EXERCISE DIRECTIONS
In the records below, the line with "nodes: int | None = None" opens the range and the line with "skipped or not" closes it; print that range exactly and nothing else.

ENTRIES SUPPLIED
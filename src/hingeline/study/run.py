"""Solving a study's variants: in this process, in a local process pool, or on a Dask
cluster; done variants are read back from the store (store.py), not solved again.

Each variant is solved by `solve_variant` from its model as TOML text, so the same function
runs unchanged in a worker process or on a remote Dask worker (which needs hingeline
installed); it returns the files to store and the figures of the CSV row, and this process
writes them, so a remote worker needs no access to OUTDIR.

Reuse. On one uniform mesh (nodes or mesh_size, from the options or the model), each
variant also returns the end points (m) of its mechanism's active lines, and this process
hands them to the next variant it submits: order.py picks the waiting variant nearest to
the one just solved and the nearest solved variant's lines, which go into the first LP of
its solve (cases.py `solve_carrying`). Only the speed changes: the LP stops only when
pricing proves its optimum over every admissible line. Under adaptive refinement nothing is
handed on (the first mesh's vertex steers the refinement). The fingerprint does not cover
reuse, so a study resumes either way.

Threads. Local workers are separate processes started (spawn) with OMP_NUM_THREADS,
OPENBLAS_NUM_THREADS, MKL_NUM_THREADS and RAYON_NUM_THREADS set to 1 (WORKER_THREADS):
the workers are the parallelism, and threaded BLAS inside each of them competed for the
same cores (demo at 150 nodes, writing one variant's result: 2.7 to 4.4 s of CPU with
OpenBLAS's default threads, 1.5 to 1.8 s with one). HiGHS (upper/highs.py) and Clarabel (lower/program.py) are
set to one thread everywhere.

Units: m for positions, seconds for times; load factors are dimensionless.
May import: `hingeline.cases`, `hingeline.model`, `hingeline.outputs`, `hingeline.errors`,
the other study modules; dask.distributed only inside `connect` (an optional extra).
"""
from __future__ import annotations

import logging
import multiprocessing
import os
import tempfile
import time
from concurrent.futures import FIRST_COMPLETED, ProcessPoolExecutor, wait
from concurrent.futures.process import BrokenProcessPool
from contextlib import contextmanager
from dataclasses import asdict, dataclass
from pathlib import Path
from typing import Callable, Iterator

from ..cases import solve_carrying
from ..errors import SolverError, UnstableSlabError
from ..model import model_from_toml
from .file import Study, StudyError
from .order import Order, places
from .store import Store, fingerprint, to_toml
from .variants import Plan, Variant

log = logging.getLogger(__name__)

SOLVED = "solved"
#: How long to wait for a Dask scheduler to answer before giving up.
CONNECT_TIMEOUT = "10s"
CLUSTER_HINT = "install the cluster extra: pip install 'hingeline[cluster]'"
#: The environment of local worker processes: one thread each in BLAS, OpenMP and Rayon.
WORKER_THREADS = {"OMP_NUM_THREADS": "1", "OPENBLAS_NUM_THREADS": "1", "MKL_NUM_THREADS": "1",
                  "RAYON_NUM_THREADS": "1"}


@dataclass(frozen=True)
class SolveOptions:
    """How every variant is solved (hingeline.solve_cases): nodes (one uniform mesh of about
    that many nodes) or mesh_size in m, else refinement to gap within time_limit s (None: the
    model's), lower_bound on or off. Not part of the fingerprint, as they change no load
    factor: drawings, also store pattern.png, mechanism.png, deflection.png (and
    utilisation.png) per variant; reuse, start each variant from a solved neighbour's
    active lines (on one uniform mesh only)."""

    nodes: int | None = None
    mesh_size: float | None = None
    gap: float | None = None
    time_limit: float | None = None
    lower_bound: bool = True
    drawings: bool = False
    reuse: bool = True

    def solve_dict(self) -> dict:
        """The options that change a result (those the fingerprint covers)."""
        d = asdict(self)
        d.pop("drawings")
        d.pop("reuse")
        return d


@dataclass(frozen=True)
class Row:
    """One line of study.csv.

    x, y: the moving opening's centroid, m (None without [move_opening]); scale: its size
    factor or None; values: one per sweep; load_factor (upper bound), lower_bound (None when
    skipped or not proven) and gap (upper - lower) / upper; seconds: wall time of the solve;
    status: "solved", "skipped: <reason>" or "failed: <message>"; fingerprint: the variant's
    folder name under OUTDIR/variants ("" when skipped); reused: read back from the store.
    """

    x: float | None
    y: float | None
    scale: float | None
    values: tuple[float, ...]
    load_factor: float | None = None
    lower_bound: float | None = None
    gap: float | None = None
    seconds: float | None = None
    status: str = SOLVED
    fingerprint: str = ""
    reused: bool = False


def solve_variant(model_text: str, options: SolveOptions, carried: tuple | None = None) -> dict:
    """Solve one variant given as model TOML text; return {"status", "seconds", "load_factor",
    "lower_bound", "gap", "files": {name: bytes}, "lines", "carried_lines", "lp_rounds"}
    ("files" empty unless solved). carried: a solved neighbour's "lines" (the end points, m,
    of its active lines per load case) for the first LP; "lines": this variant's, None when
    there is nothing to hand on (reuse off, refinement, failure); "carried_lines": how many
    carried lines its first LPs held. A slab that is unstable or a solver failure gives
    status "failed: <message>" instead of raising."""
    from ..outputs.result_json import write_outputs

    model = model_from_toml(model_text, "variant model")
    t0 = time.perf_counter()
    try:
        result, lines, n_carried = solve_carrying(model, options.nodes, options.mesh_size, options.lower_bound,
                                                  options.gap, options.time_limit,
                                                  carried if options.reuse else None)
    except (UnstableSlabError, SolverError) as exc:
        return {"status": f"failed: {exc}", "seconds": time.perf_counter() - t0, "files": {}, "lines": None}
    seconds = time.perf_counter() - t0
    with tempfile.TemporaryDirectory(prefix="hingeline-variant-") as tmp:
        paths = write_outputs(result, tmp, formats=("png",) if options.drawings else ())
        files = {p.name: p.read_bytes() for p in paths}
    lb = result.lower_bound.load_factor if result.lower_bound is not None else None
    return {"status": SOLVED, "seconds": seconds, "load_factor": float(result.load_factor),
            "lower_bound": None if lb is None else float(lb),
            "gap": None if result.gap is None else float(result.gap), "files": files,
            "lines": lines if options.reuse and lines else None, "carried_lines": n_carried,
            "lp_rounds": result.stats.rounds}


def connect(address: str):
    """A dask.distributed Client connected to the scheduler at `address` (raises StudyError when
    Dask is not installed or the scheduler cannot be reached)."""
    try:
        from dask.distributed import Client
    except ImportError:
        raise StudyError(f"--scheduler needs Dask, which is not installed; {CLUSTER_HINT}") from None
    try:
        return Client(address, timeout=CONNECT_TIMEOUT)
    except (OSError, TimeoutError, ValueError) as exc:
        raise StudyError(f"--scheduler {address}: cannot connect ({exc}); check the address "
                         "(e.g. tcp://host:8786) and that the scheduler is running") from None


def _header(study: Study, v: Variant) -> str:
    where = [] if v.x is None else [f"moving opening centroid ({v.x:g}, {v.y:g}) m"]
    where += [] if v.scale is None else [f"size factor {v.scale:g}"]
    where += [f"{s.key} = {val!r}" for s, val in zip(study.sweeps, v.values)]
    return (f"Variant of {study.model_path.name} in the study {study.path.name}:\n" + ", ".join(where))


def _record(study: Study, v: Variant, fp: str, outcome: dict, options: SolveOptions) -> dict:
    return {"fingerprint": fp, "x": v.x, "y": v.y, "scale": v.scale,
            "values": {s.key: val for s, val in zip(study.sweeps, v.values)},
            "solve": options.solve_dict(),
            **{k: outcome.get(k) for k in ("status", "seconds", "load_factor", "lower_bound", "gap",
                                           "carried_lines", "lp_rounds")}}


def _row(v: Variant, fp: str, rec: dict, reused: bool) -> Row:
    return Row(v.x, v.y, v.scale, v.values, rec.get("load_factor"), rec.get("lower_bound"), rec.get("gap"),
               rec.get("seconds"), rec["status"], fp if rec["status"] == SOLVED else "", reused)


@contextmanager
def _worker_environment():
    """WORKER_THREADS set in this process's environment while it starts workers (they inherit
    it, and read it when they import numpy); the previous values restored after."""
    saved = {k: os.environ.get(k) for k in WORKER_THREADS}
    os.environ.update(WORKER_THREADS)
    try:
        yield
    finally:
        for k, v in saved.items():
            if v is None:
                os.environ.pop(k, None)
            else:
                os.environ[k] = v


def _ordered(tasks: list[tuple[str, str]], where, slots: int, submit, first_done):
    """(fingerprint, outcome) of every task (fingerprint, model text), solved in the order of
    order.py (`where`: the places of the tasks), `slots` at a time through
    submit(task, lines) -> future and first_done(futures) -> the done ones."""
    order = Order(where)
    running = {}

    def start(pick) -> None:
        if pick is not None:
            k, lines = pick
            running[submit(tasks[k], lines)] = k

    for _ in range(min(slots, len(tasks))):
        start(order.take())
    while running:
        for future in first_done(list(running)):
            k = running.pop(future)
            outcome = future.result()
            order.solved(k, outcome.pop("lines", None))
            start(order.take(k))
            yield tasks[k][0], outcome


class _Here:
    """The 'future' of a variant solved in this process: solved when its result is asked for
    (so that each variant is stored before the next is solved)."""

    def __init__(self, text: str, options: SolveOptions, lines):
        self.args = (text, options, lines)

    def result(self) -> dict:
        return solve_variant(*self.args)


def _local(tasks: list[tuple[str, str]], where, options: SolveOptions, jobs: int) -> Iterator[tuple[str, dict]]:
    if jobs == 1:
        yield from _ordered(tasks, where, 1, lambda task, lines: _Here(task[1], options, lines),
                            lambda futures: futures)
        return
    with _worker_environment():
        pool = ProcessPoolExecutor(max_workers=jobs, mp_context=multiprocessing.get_context("spawn"))
        try:
            yield from _ordered(tasks, where, jobs,
                                lambda task, lines: pool.submit(solve_variant, task[1], options, lines),
                                lambda futures: wait(futures, return_when=FIRST_COMPLETED).done)
        except BrokenProcessPool:
            raise SolverError("a worker process stopped unexpectedly (out of memory? or, from a script, run_study "
                              "called outside `if __name__ == \"__main__\":`); run the study again to resume, "
                              "perhaps with fewer --jobs") from None
        finally:
            # An interrupted study stops at once; the variants done so far are stored.
            pool.shutdown(wait=False, cancel_futures=True)


def _dask(tasks: list[tuple[str, str]], where, options: SolveOptions, client) -> Iterator[tuple[str, dict]]:
    from dask.distributed import wait as dask_wait

    submitted = []

    def submit(task, lines):
        fp, text = task
        submitted.append(client.submit(solve_variant, text, options, lines, key=f"hingeline-variant-{fp}",
                                       pure=False))
        return submitted[-1]

    slots = max(1, sum(client.nthreads().values()))
    try:
        yield from _ordered(tasks, where, slots, submit,
                            lambda futures: dask_wait(futures, return_when="FIRST_COMPLETED").done)
    finally:
        client.cancel(submitted)


def run_study(study: Study, plan: Plan, options: SolveOptions, outdir: str | os.PathLike,
              jobs: int | None = None, client=None,
              on_start: Callable[[list[Row], int], None] | None = None,
              on_done: Callable[[Row, int, int], None] | None = None) -> list[Row]:
    """Solve every variant of `plan` not yet done in OUTDIR/variants and return the rows of
    study.csv: the variants in plan order, then the skipped positions.

    jobs: local worker processes (default: all cores; 1 solves in this process); client: a
    dask.distributed Client (see `connect`), used instead of local processes when given.
    on_start(rows read back, number to solve) is called before solving, on_done(row, done,
    total) after each variant solved in this run.
    """
    store = Store(Path(outdir) / "variants")
    keyed = [(v, fingerprint(v.model, options.solve_dict())) for v in plan.variants]
    rows: dict[str, Row] = {}
    todo: dict[str, tuple[Variant, str]] = {}
    for v, fp in keyed:
        rec = store.read(fp)
        if rec is not None and (not options.drawings or (store.path(fp) / "pattern.png").is_file()):
            rows[fp] = _row(v, fp, rec, reused=True)
        elif fp not in todo:
            todo[fp] = (v, to_toml(v.model, _header(study, v)))
    log.info("%d variants: %d done before, %d to solve", len(keyed), len(rows), len(todo))
    tasks = [(fp, text) for fp, (_, text) in todo.items()]
    where = places(study, [v for v, _ in todo.values()])
    if on_start is not None:
        on_start(list(rows.values()), len(tasks))
    jobs = jobs or os.cpu_count() or 1
    results = _dask(tasks, where, options, client) if client is not None else _local(tasks, where, options, jobs)
    for n, (fp, outcome) in enumerate(results, start=1):
        v, text = todo[fp]
        rec = _record(study, v, fp, outcome, options)
        if outcome["status"] == SOLVED:
            store.write(fp, text, outcome["files"], rec)
        else:
            log.warning("variant %s: %s", fp[:12], outcome["status"])
        rows[fp] = _row(v, fp, rec, reused=False)
        if on_done is not None:
            on_done(rows[fp], n, len(tasks))
    out = [rows[fp] for _, fp in keyed]
    for s in plan.skipped:
        out.append(Row(s.x, s.y, s.scale, s.values, status=f"skipped: {s.reason}"))
    return out


__all__ = ["CLUSTER_HINT", "Row", "SOLVED", "SolveOptions", "connect", "run_study", "solve_variant"]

RESPONSE TO THIS TASK
    nodes: int | None = None
    mesh_size: float | None = None
    gap: float | None = None
    time_limit: float | None = None
    lower_bound: bool = True
    drawings: bool = False
    reuse: bool = True

    def solve_dict(self) -> dict:
        """The options that change a result (those the fingerprint covers)."""
        d = asdict(self)
        d.pop("drawings")
        d.pop("reuse")
        return d


@dataclass(frozen=True)
class Row:
    """One line of study.csv.

    x, y: the moving opening's centroid, m (None without [move_opening]); scale: its size
    factor or None; values: one per sweep; load_factor (upper bound), lower_bound (None when
    skipped or not proven) and gap (upper - lower) / upper; seconds: wall time of the solve;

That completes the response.